Monday, Jul. 13, 1953

France's Fighter

At Paris' Le Bourget airfield last week, a jet interceptor, the Mystere IV, buzzed the field at 650 m.p.h. not more than 15 feet off the ground. A tiny two-seater, the Minijet, scooted up & down at 200 m.p.h. Loafing about the field were the Trident, an experimental, needle-nosed plane that the French hope will reach speeds up to Mach 1.6 (1,156 m.p.h. at sea level), and the triple-purpose Vautour (ground-support fighter, all-weather interceptor, light bomber), with expected speeds of 650-plus m.p.h.

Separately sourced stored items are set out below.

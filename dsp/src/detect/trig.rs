//! Sine and cosine in `f64` for the detector's set-up, small enough for the board image.
//!
//! The set-up (the Goertzel coefficients; the response models that place the noise probe
//! and rate the mains harmonics) needs `f64` sines: a Goertzel coefficient off by a few
//! `f32` ulps moves a 2²⁰-sample block's answer by 1e-3. `libm`'s `f64` `sin`/`cos` carry
//! a reduction for arguments up to 1e308 (2.8 KiB of the board image's 128 KiB budget,
//! beside the `f32` one the run-time code needs); the arguments here stay below 2²⁹ rad,
//! so this module is written out (the `libm` crate has no smaller `f64` entry point):
//!
//! 1. `x = k·π/2 + r`, `k = round(x/(π/2))`, `|r| ≤ π/4`, with π/2 in three parts (Cody &
//!    Waite, "Software Manual for the Elementary Functions", 1980, ch. 8): `P1` is π/2
//!    rounded to 24 bits, so `k·P1` is exact for `|k| < 2²⁹`; `P2 = π/2 (f64) − P1`
//!    exactly; `P3 = 6.123233995736766e-17` is what the `f64` constant π/2 lacks (it is
//!    `cos` of that constant; a unit test checks it against `libm`).
//! 2. `sin r` and `cos r` from their Taylor series to the `r¹⁷` and `r¹⁸` terms, whose
//!    first omitted terms at `|r| = π/4` are below 1e-19.
//! 3. The quadrant `k mod 4` picks `±sin r` or `±cos r`.
//!
//! Within 2e-16 of `libm`'s values for `|x| ≤ 10⁴` (unit test). NaN and infinities give NaN.

use core::f64::consts::FRAC_PI_2;

/// π/2 rounded to 24 bits.
const P1: f64 = FRAC_PI_2 as f32 as f64;
/// The rest of the `f64` π/2 (exact: both are `f64`, and close).
const P2: f64 = FRAC_PI_2 - P1;
/// π/2 − `FRAC_PI_2`.
const P3: f64 = 6.123_233_995_736_766e-17;

/// `sin r` for `|r| ≤ π/4`: `r·(1 − r²/(2·3)·(1 − r²/(4·5)·(1 − …)))` to the `r¹⁷` term.
fn sin_kernel(r: f64) -> f64 {
    let z = r * r;
    let mut q = 1.0;
    for n in (1..=8u32).rev() {
        q = 1.0 - z * q / ((2 * n) as f64 * (2 * n + 1) as f64);
    }
    r * q
}

/// `cos r` for `|r| ≤ π/4`: `1 − r²/(1·2)·(1 − r²/(3·4)·(1 − …))` to the `r¹⁸` term.
fn cos_kernel(r: f64) -> f64 {
    let z = r * r;
    let mut q = 1.0;
    for n in (1..=9u32).rev() {
        q = 1.0 - z * q / ((2 * n - 1) as f64 * (2 * n) as f64);
    }
    q
}

/// `(sin x, cos x)`.
pub fn sin_cos(x: f64) -> (f64, f64) {
    if !x.is_finite() {
        return (f64::NAN, f64::NAN);
    }
    let k = libm::round(x / FRAC_PI_2);
    let r = ((x - k * P1) - k * P2) - k * P3;
    let (s, c) = (sin_kernel(r), cos_kernel(r));
    // k mod 4, for negative k too.
    match (k - 4.0 * libm::floor(k / 4.0)) as u8 {
        0 => (s, c),
        1 => (c, -s),
        2 => (-s, -c),
        _ => (-c, s),
    }
}

/// `sin x`.
pub fn sin(x: f64) -> f64 {
    sin_cos(x).0
}

/// `cos x`.
pub fn cos(x: f64) -> f64 {
    sin_cos(x).1
}

#[cfg(test)]
mod tests {
    use super::*;

    /// Against `libm`'s `f64` `sin` and `cos` (a port of FreeBSD's msun, within 1 ulp) from
    /// −10⁴ to 10⁴ rad and at the quadrant edges.
    #[test]
    fn agrees_with_f64_libm() {
        assert_eq!(libm::cos(FRAC_PI_2), P3, "the part of π/2 the f64 constant lacks");
        let mut worst = 0.0f64;
        let mut check = |x: f64| {
            let (s, c) = sin_cos(x);
            worst = worst.max((s - libm::sin(x)).abs()).max((c - libm::cos(x)).abs());
        };
        let mut x = -1.0e4f64;
        while x <= 1.0e4 {
            check(x);
            x += 0.618_033_988_749_9e-1;
        }
        for k in -8..=8 {
            let q = k as f64 * core::f64::consts::FRAC_PI_4;
            for x in [q, q + 1e-9, q - 1e-9] {
                check(x);
            }
        }
        for x in [0.0, 1e-300, 2.5e-8, 1e-5, 0.1, 1.0] {
            check(x);
        }
        assert!(worst < 2e-16, "{worst}");
        assert!(sin_cos(f64::NAN).0.is_nan() && sin_cos(f64::INFINITY).1.is_nan());
    }
}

The occasion was the 20th Annual International Aviation Salon, hailed by enthusiastic French journalists as the "French Farnborough." It was a good show, but it was far from Britain's Farnborough. In building big, fast planes, the French are admittedly two years behind the U.S. and England. The French aviation industry, hard hit by nationalization by the Front Populaire in 1937 and all but finished by the German occupation, has come back slowly since the war. One reason is that comparatively little government money has been spent on it. During the last five years, total air force expenditures have been under $2.5 billion, and the industry estimates that only a fourth of its present capacity is being used. Only 1,000 planes a year of all types are being manufactured. But the future looks brighter. NATO has ordered $86 million worth of Mystere IV interceptors; the U.S. has placed $30 million in offshore contracts for Republic Thunderjet and Thunderstreak air frames, and the British are trying out the Breguet doubledecker 117-passenger transports.

On their own, the French have developed some special purpose planes:

P: Small jet trainers such as the 250-m.p.h. Minijet, powered by a French-developed 300-lbs. thrust Turbomeca engine, and Fleuret and Magister, powered by two 880-lbs. thrust Turbomeca engines, with 450-m.p.h. maximum speeds.

P: The Hurel-Dubois 33, a two-engine, piston plane which, its makers claim, can ,take off in half the distance required for the DC-3, and carry comparable loads at only 41% of the DC-3's operating cost.

P: The Potez 75, a weird-looking antitank craft with a podlike body hanging between twin fuselages. It fires four guided missiles which unreel up to 1,968 yds. of wire in flight. By means of electrical impulses sent through the wire, a man in the cockpit, sitting at a stick similar to the pilot's, guides the missiles.

Many of the new models have been produced by private aircraft companies, which have been gradually denationalizing the industry. Of the 60,000 workers in the aircraft and aircraft equipment industries, more than half are employed by private companies.